Excellent.  Actually, that probably makes more sense in the first place.  I never knew if there was supposed to be a distinction between the "doing boxing" and "watching boxing" threads, and now that's cleared up.  One less thing in life I have to worry about


----------



## arnisador (Sep 13, 2003)

Good deal for all then!


----------



## arnisador (Dec 31, 2003)

I wonder if there'd be value in having a "New MartialTalk Members" forum for people ne wto the site--though is kind of it, or a "New to the Martial Arts?" forum for people who come here wanting to ask about the arts but who may be intimidated to post right in, say, Karate, because they don't know much about it!


----------



## Michael Billings (Dec 31, 2003)

I see this on a lot of other Forums.

You could roll FAQ's, What's New on MT & Admin Announcements in there. If you wanted the Schools & Instructors Section, and a few others.  Only if you are interested in cutting down the number of forums as you add a new one?

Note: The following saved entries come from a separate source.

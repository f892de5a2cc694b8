package arrest

import (
	"math"
	"math/rand/v2"
	"testing"
)

// Constructed test curves (not measured, not simulated): T'(t) is given at
// knots and blended between them with the cubic smoothstep S(u) = 3u² − 2u³,
// so T' is continuous with zero slope at every knot (each knot is a smooth
// extremum or the end of a flat stretch) and T, its integral, is known in
// closed form: ∫₀¹ S = 1/2 and ∫₀ᵘ S = u³ − u⁴/2. Time 0 is the pour peak;
// before it the reading sits at 25 °C and rises to the peak over 3 s along
// the same smoothstep. The true points follow from the definitions in
// docs/analysis.md applied to this exact T' (see truth), independently of the
// detector.

type knot struct{ t, v float64 } // T' = v °C/s at t s after the pour peak

type shape struct {
	name    string
	family  Family
	anchorT float64 // T(anchorT) = anchorC fixes the pour peak
	anchorC float64
	knots   []knot
	pre     float64 // seconds at room temperature before the pour rise
	// topC, when set, replaces the family's EutecticTopC in truth: a curve
	// constructed with its liquidus inside the family's hint window says
	// by construction which arrest is which.
	topC float64
}

func smooth(u float64) float64 { return u * u * (3 - 2*u) }

// slope returns the exact T' at t (0 before the peak, the pour rise excepted).
func (sh *shape) slope(t float64) float64 {
	k := sh.knots
	if t <= 0 {
		return 0
	}
	for i := 1; i < len(k); i++ {
		if t <= k[i].t {
			u := (t - k[i-1].t) / (k[i].t - k[i-1].t)
			return k[i-1].v + (k[i].v-k[i-1].v)*smooth(u)
		}
	}
	return k[len(k)-1].v
}

// rise is T − peak after t s, exactly.
func (sh *shape) rise(t float64) float64 {
	k := sh.knots
	sum := 0.0
	for i := 1; i < len(k); i++ {
		a, b := k[i-1], k[i]
		if t >= b.t {
			sum += (b.t - a.t) * (a.v + b.v) / 2
			continue
		}
		if t > a.t {
			u := (t - a.t) / (b.t - a.t)
			sum += (b.t - a.t) * (a.v*u + (b.v-a.v)*(u*u*u-u*u*u*u/2))
		}
		return sum
	}
	return sum + (t-k[len(k)-1].t)*k[len(k)-1].v
}

func (sh *shape) peak() float64 { return sh.anchorC - sh.rise(sh.anchorT) }

// temp returns the exact T at t.
func (sh *shape) temp(t float64) float64 {
	p := sh.peak()
	switch {
	case t < -3:
		return 25
	case t < 0:
		return 25 + (p-25)*smooth((t+3)/3)
	}
	return p + sh.rise(t)
}

func (sh *shape) end() float64 { return sh.knots[len(sh.knots)-1].t }

// zero finds the crossing of T' = 0 in (a, b), where T' changes sign, by
// bisection.
func (sh *shape) zero(a, b float64) float64 {
	fa := sh.slope(a)
	for range 200 {
		m := (a + b) / 2
		if (sh.slope(m) > 0) == (fa > 0) {
			a = m
		} else {
			b = m
		}
	}
	return (a + b) / 2
}

// truth applies the definitions of docs/analysis.md to the exact curve.
func (sh *shape) truth() Result {
	var r Result
	pt := func(t float64) Point { return Point{TempC: sh.temp(t), TimeS: t, OK: true} }
	r.PourPeak = pt(0)
	top := FamilyHints(sh.family).EutecticTopC
	if sh.topC != 0 {
		top = sh.topC
	}
	k := sh.knots
	i := 1
	for ; i < len(k)-1; i++ {
		if !(k[i].v > k[i-1].v && k[i].v >= k[i+1].v) {
			continue // not a local maximum of T'
		}
		lo, hi := pt(k[i].t), pt(k[i].t)
		recal := k[i].v > 0
		if recal {
			lo = pt(sh.zero(k[i-1].t, k[i].t))
			j := i + 1
			for k[j].v > 0 {
				j++
			}
			if k[j].v == 0 {
				hi = pt(k[j].t)
			} else {
				hi = pt(sh.zero(k[j-1].t, k[j].t))
			}
		}
		if lo.TempC > top {
			if !r.Liquidus.OK {
				r.Liquidus = hi
				if recal {
					r.LiquidusMin = lo
				}
			}
			continue
		}
		r.EutecticMin, r.EutecticMax = lo, hi
		r.RecalescenceOK = true
		r.Recalescence = hi.TempC - lo.TempC
		break
	}
	best := i + 1
	for j := i + 1; j < len(k); j++ {
		if k[j].v < k[best].v {
			best = j
		}
	}
	r.Solidus = pt(k[best].t)
	return r
}

// sampling describes how a constructed curve is logged.
type sampling struct {
	rate    float64 // Hz
	phase   float64 // fraction of an interval by which the first reading is late
	noise   float64 // white noise, °C (sd)
	spikeP  float64 // probability of a spike per reading
	quant   float64 // quantisation step, °C (0 none)
	seed    uint64
	tailS   float64 // seconds recorded after the last knot
	spikeLo float64 // spike size range, °C
	spikeHi float64
}

// sample logs the constructed curve.
func (sh *shape) sample(s sampling) (t, v []float64) {
	r := rand.New(rand.NewPCG(s.seed, 0x5eed))
	t0 := -3 - sh.pre
	n := int((sh.end() + s.tailS - t0) * s.rate)
	t, v = make([]float64, n), make([]float64, n)
	for i := range n {
		ti := t0 + (float64(i)+s.phase)/s.rate
		x := sh.temp(ti) + s.noise*r.NormFloat64()
		if s.spikeP > 0 && r.Float64() < s.spikeP {
			x += (s.spikeLo + (s.spikeHi-s.spikeLo)*r.Float64()) * float64(1-2*r.IntN(2))
		}
		if s.quant > 0 {
			x = math.Round(x/s.quant) * s.quant
		}
		t[i], v[i] = ti, x
	}
	return t, v
}

// matched returns the duration of the segment after an extremum of T' that
// gives it the same curvature as the segment before (3A/D² on each side), so
// that a moving-window derivative keeps the extremum in place.
func matched(dBefore, aBefore, aAfter float64) float64 {
	return dBefore * math.Sqrt(math.Abs(aAfter/aBefore))
}

// knotSeq lists the knots from the pour peak (0, 0) and start, each step
// {Δt, T'} after the one before.
func knotSeq(start knot, steps ...[2]float64) []knot {
	ks := []knot{{0, 0}, start}
	for _, s := range steps {
		last := ks[len(ks)-1]
		ks = append(ks, knot{last.t + s[0], s[1]})
	}
	return ks
}

// shapes are the constructed curves of the accuracy tests: cast iron hypo-
// and hypereutectic, with and without eutectic recalescence, a white
// (tellurium-cup) flat arrest, Al-Si with and without α-Al recalescence.
func shapes() []*shape {
	seq := knotSeq
	return []*shape{
		{name: "grey iron, hypoeutectic, eutectic recalescence (constructed)", family: FamilyIron, anchorT: 95, anchorC: 1146, pre: 5,
			knots: seq(knot{4, -3.2}, [2]float64{26, -2.6}, [2]float64{12, -0.4}, [2]float64{matched(12, 2.2, 0.9), -1.3}, [2]float64{24, -1.2},
				[2]float64{12, 0.5}, [2]float64{11, -0.06}, [2]float64{60, -0.12}, [2]float64{8, -3.5}, [2]float64{matched(8, 3.38, 1.3), -2.2}, [2]float64{100, -1.6})},
		{name: "grey iron, hypoeutectic, no eutectic recalescence (constructed)", family: FamilyIron, anchorT: 95, anchorC: 1148, pre: 5,
			knots: seq(knot{4, -3.0}, [2]float64{26, -2.5}, [2]float64{12, -0.5}, [2]float64{matched(12, 2.0, 0.8), -1.3}, [2]float64{24, -1.2},
				[2]float64{14, -0.04}, [2]float64{matched(14, 1.16, 0.08), -0.12}, [2]float64{55, -0.2}, [2]float64{8, -3.4}, [2]float64{matched(8, 3.2, 1.2), -2.2}, [2]float64{100, -1.6})},
		{name: "ductile iron, hypereutectic, no liquidus arrest (constructed)", family: FamilyIron, anchorT: 60, anchorC: 1142, pre: 3,
			knots: seq(knot{4, -3.0}, [2]float64{44, -2.2}, [2]float64{12, 0.35}, [2]float64{10, -0.05}, [2]float64{70, -0.1},
				[2]float64{8, -3.4}, [2]float64{matched(8, 3.3, 1.1), -2.3}, [2]float64{100, -1.7})},
		{name: "white iron (tellurium cup), flat arrest (constructed)", family: FamilyWhite, anchorT: 85, anchorC: 1118, pre: 4,
			knots: seq(knot{4, -3.2}, [2]float64{22, -2.8}, [2]float64{12, -0.6}, [2]float64{matched(12, 2.2, 0.7), -1.3}, [2]float64{25, -1.5},
				[2]float64{14, -0.02}, [2]float64{matched(14, 1.48, 0.04), -0.06}, [2]float64{50, -0.1}, [2]float64{7, -4.0}, [2]float64{matched(7, 3.9, 1.4), -2.6}, [2]float64{100, -1.8})},
		{name: "Al-Si7Mg, unrefined: α-Al recalescence, eutectic recalescence (constructed)", family: FamilyAluminum, anchorT: 66, anchorC: 613, pre: 5,
			knots: seq(knot{4, -1.3}, [2]float64{56, -1.0}, [2]float64{8, 0.25}, [2]float64{8, -0.6}, [2]float64{64, -0.55},
				[2]float64{12, 0.12}, [2]float64{12, -0.03}, [2]float64{80, -0.07}, [2]float64{12, -1.4}, [2]float64{matched(12, 1.33, 0.5), -0.9}, [2]float64{110, -0.7})},
		{name: "Al-Si7Mg, grain refined: no α-Al recalescence (constructed)", family: FamilyAluminum, anchorT: 66, anchorC: 614, pre: 5,
			knots: seq(knot{4, -1.3}, [2]float64{56, -1.0}, [2]float64{10, -0.15}, [2]float64{matched(10, 0.85, 0.45), -0.6}, [2]float64{64, -0.55},
				[2]float64{12, 0.1}, [2]float64{12, -0.03}, [2]float64{80, -0.07}, [2]float64{12, -1.4}, [2]float64{matched(12, 1.33, 0.5), -0.9}, [2]float64{110, -0.7})},
	}
}

// TestConstructedTruth checks the test's own construction: T' is the
// derivative of T (central difference), and prints the true points.
func TestConstructedTruth(t *testing.T) {
	for _, sh := range shapes() {
		for tt := 0.5; tt < sh.end(); tt += 0.37 {
			num := (sh.temp(tt+1e-4) - sh.temp(tt-1e-4)) / 2e-4
			if math.Abs(num-sh.slope(tt)) > 1e-5 {
				t.Fatalf("%s: T' at %g: %g, numeric %g", sh.name, tt, sh.slope(tt), num)
			}
		}
		tr := sh.truth()
		t.Logf("%s: peak %.1f liqmin %v liq %.2f@%.1f eut %.2f@%.1f..%.2f@%.1f sol %.2f@%.1f", sh.name, tr.PourPeak.TempC, tr.LiquidusMin.OK,
			tr.Liquidus.TempC, tr.Liquidus.TimeS, tr.EutecticMin.TempC, tr.EutecticMin.TimeS, tr.EutecticMax.TempC, tr.EutecticMax.TimeS, tr.Solidus.TempC, tr.Solidus.TimeS)
	}
}
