package arrest

import (
	"fmt"
	"reflect"
	"testing"

	"github.com/undercool-foundry/undercool/internal/sim"
)

// livePoints lists a result's settled values by name, for the
// never-changes check.
func livePoints(r *Result) map[string]Point {
	return map[string]Point{
		"pour_peak": r.PourPeak, "liquidus_min": r.LiquidusMin, "liquidus": r.Liquidus,
		"eutectic_min": r.EutecticMin, "eutectic_max": r.EutecticMax, "solidus": r.Solidus,
	}
}

// Live use: every prefix (two curves) or every 7th prefix (the others) of
// noisy constructed curves through one
// Analyzer (incremental) and, for every 50th, through a fresh Analyze. A
// point once reported confirmed (not Provisional) never changes (exactly:
// the same arithmetic on the same readings) nor becomes provisional again,
// the incremental and fresh answers agree, and the final live answer
// deep-equals the offline one.
func TestLiveSettledPointsNeverChange(t *testing.T) {
	sh := shapes()
	for c := range 2 * len(sh) {
		s := sh[c%len(sh)]
		rate := []float64{4, 10, 25}[(c+c/len(sh))%3]
		tt, v := s.sample(sampling{rate: rate, phase: 0.3, noise: 0.25, spikeP: 1.0 / 500, spikeLo: 10, spikeHi: 40, quant: 0.25, seed: uint64(77 + c), tailS: 0})
		label := fmt.Sprintf("%s at %g Hz", s.name, rate)
		offline := Analyze(tt, v, Options{Family: s.family})
		var a Analyzer
		seen := map[string]Point{}
		completeAt := -1
		var last Result
		step := 7
		if c < 2 {
			step = 1 // every prefix
		}
		for k := 1; k <= len(tt); k += step {
			if k+step > len(tt) {
				k = len(tt)
			}
			r := a.Analyze(tt[:k], v[:k], Options{Family: s.family, Live: true})
			for name, p := range livePoints(&r) {
				old, ok := seen[name]
				switch {
				case ok && !p.OK:
					t.Fatalf("%s: %s vanished at reading %d", label, name, k)
				case ok && p != old:
					t.Fatalf("%s: %s changed at reading %d: %+v -> %+v", label, name, k, old, p)
				case !ok && p.OK && !p.Provisional:
					seen[name] = p
				}
			}
			if r.Complete && completeAt < 0 {
				completeAt = k
			}
			if completeAt >= 0 && !r.Complete {
				t.Fatalf("%s: Complete went back to false at %d", label, k)
			}
			if k%50 == 1 {
				fresh := Analyze(tt[:k], v[:k], Options{Family: s.family, Live: true})
				if !reflect.DeepEqual(fresh, r) {
					t.Fatalf("%s: incremental and fresh analyses of %d readings differ:\n%+v\n%+v", label, k, r, fresh)
				}
			}
			last = r
		}
		final := a.Analyze(tt, v, Options{Family: s.family})
		if !reflect.DeepEqual(final, offline) {
			t.Fatalf("%s: final live answer differs from offline:\n%+v\n%+v", label, final, offline)
		}
		last.Problems, offline.Problems = nil, nil
		if !reflect.DeepEqual(last, offline) {
			t.Fatalf("%s: last live (Live option) answer differs from offline:\n%+v\n%+v", label, last, offline)
		}
		if !offline.Complete {
			t.Fatalf("%s: offline not complete: %v", label, offline.Problems)
		}
		t.Logf("%s: complete after %d of %d readings (%.0f s after the end of freezing)", label, completeAt, len(tt),
			tt[completeAt-1]-offline.Solidus.TimeS)
	}
}

// Reset starts a new curve, and an Analyzer reused for it answers as a
// fresh one; so it does, without Reset, for other options or a curve
// shorter than the one it has seen.
func TestAnalyzerResetStartsANewCurve(t *testing.T) {
	sh := shapes()
	t1, v1 := sh[0].sample(sampling{rate: 10, noise: 0.1, seed: 1})
	t2, v2 := sh[4].sample(sampling{rate: 10, noise: 0.1, seed: 2})
	var a Analyzer
	a.Extend(t1, v1, Options{Family: sh[0].family})
	a.Reset()
	got := a.Extend(t2, v2, Options{Family: sh[4].family})
	if want := Analyze(t2, v2, Options{Family: sh[4].family}); !reflect.DeepEqual(got, want) {
		t.Fatalf("reused Analyzer differs from a fresh one:\n%+v\n%+v", got, want)
	}
	// the same length, one earlier reading changed: a new curve, said so
	v3 := append([]float64(nil), v2...)
	v3[len(v3)/2] += 0.5
	a.Reset()
	got = a.Extend(t2, v3, Options{Family: sh[4].family})
	if want := Analyze(t2, v3, Options{Family: sh[4].family}); !reflect.DeepEqual(got, want) {
		t.Fatalf("changed reading not picked up after Reset")
	}
	// other options, and a shorter curve, start afresh by themselves
	got = a.Extend(t2, v3, Options{Family: sh[0].family})
	if want := Analyze(t2, v3, Options{Family: sh[0].family}); !reflect.DeepEqual(got, want) {
		t.Fatalf("new options did not start afresh")
	}
	got = a.Extend(t1[:500], v1[:500], Options{Family: sh[0].family})
	if want := Analyze(t1[:500], v1[:500], Options{Family: sh[0].family}); !reflect.DeepEqual(got, want) {
		t.Fatalf("a shorter curve did not start afresh")
	}
}

// Live use on simulated radial cups (internal/sim, simulated, not
// measured), strong gradient and nearly lumped, where the wall freezing
// first puts a shoulder before the centre's eutectic: every 3rd prefix
// through one Analyzer. A point shown provisional may move or vanish; a
// confirmed one never changes; the final answer equals the offline one and
// has no provisional point.
func TestLiveRadialCups(t *testing.T) {
	provisional := 0
	for i, c := range []struct {
		alloy      string
		inoc, modf float64
		strong     bool
	}{{sim.GreyIron, 0.1, 0, true}, {sim.GreyIron, 0.2, 0, true}, {sim.DuctileIron, 0.5, 0, true}, {sim.AlSi7Mg, 0.1, 0.8, true},
		{sim.WhiteIron, 0.5, 0, true}, {sim.GreyIron, 0.5, 0, false}, {sim.AlSi7Mg, 0.5, 0.3, false}} {
		p, err := sim.Preset(c.alloy, c.inoc, uint64(40+i))
		if err != nil {
			t.Fatal(err)
		}
		p.Modification, p.Cup, p.Radial = c.modf, sim.CupRadial, sim.NearlyLumped(c.alloy)
		if c.strong {
			p.Radial = sim.StrongGradient(c.alloy)
		}
		p.Logger.RateHz, p.Logger.NoiseC = []float64{5, 10, 20}[i%3], 0.1
		out := sim.Simulate(p)
		opt := Options{Family: familyOf(c.alloy)}
		label := fmt.Sprintf("%s inoc %.1f radial strong=%v", c.alloy, c.inoc, c.strong)
		offline := Analyze(out.Time, out.Temp, opt)
		var a Analyzer
		seen := map[string]Point{}
		live := opt
		live.Live = true
		for k := 1; k <= len(out.Time); k += 3 {
			r := a.Analyze(out.Time[:k], out.Temp[:k], live)
			for name, pt := range livePoints(&r) {
				old, ok := seen[name]
				switch {
				case ok && pt != old:
					t.Fatalf("%s: confirmed %s changed at reading %d: %+v -> %+v", label, name, k, old, pt)
				case !ok && pt.OK && !pt.Provisional:
					seen[name] = pt
				case pt.Provisional:
					provisional++
				}
			}
		}
		final := a.Analyze(out.Time, out.Temp, opt)
		if !reflect.DeepEqual(final, offline) {
			t.Fatalf("%s: final live answer differs from offline:\n%+v\n%+v", label, final, offline)
		}
		for name, pt := range livePoints(&final) {
			if pt.Provisional {
				t.Errorf("%s: offline %s is provisional", label, name)
			}
		}
		if !offline.Complete || offline.Invalid() {
			t.Errorf("%s: offline not complete or invalid: %v", label, offline.Problems)
		}
	}
	t.Logf("%d provisional points shown along the way", provisional)
}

If not, I still think this may merit a fora and we can put things like What to look for in choosing a school/instructor, and a very brief catagorization of the differnce between Arts, (a major treatise ... I am talking one liners).

-Michael


----------



## pknox (Dec 31, 2003)

Great idea.  If you're concerned about adding a new forum, there is another possibility.  If we were mainly using it to get new members "up to speed", we could just roll all of the stuff Michael mentionined together into a document, and automatically send it out to new subscribers when they register.  I'm thinking of "The Aikido Primer" that went out a few years back as an example.  That way they'd have a copy on their PC, and it wouldn't necessitate another forum.  The info could also be posted in one of the general areas, maybe even as a sticky, in case people access the boards from more than one PC.  The only issue I could see is that Guests wouldn't get the mailing, but that sounds to me like an incentive to register.  Updates could be posted on the boards; I don't necessarily think they'd need to be resent to everyone.  Granted, I'm not sure how much work this would all entail.


----------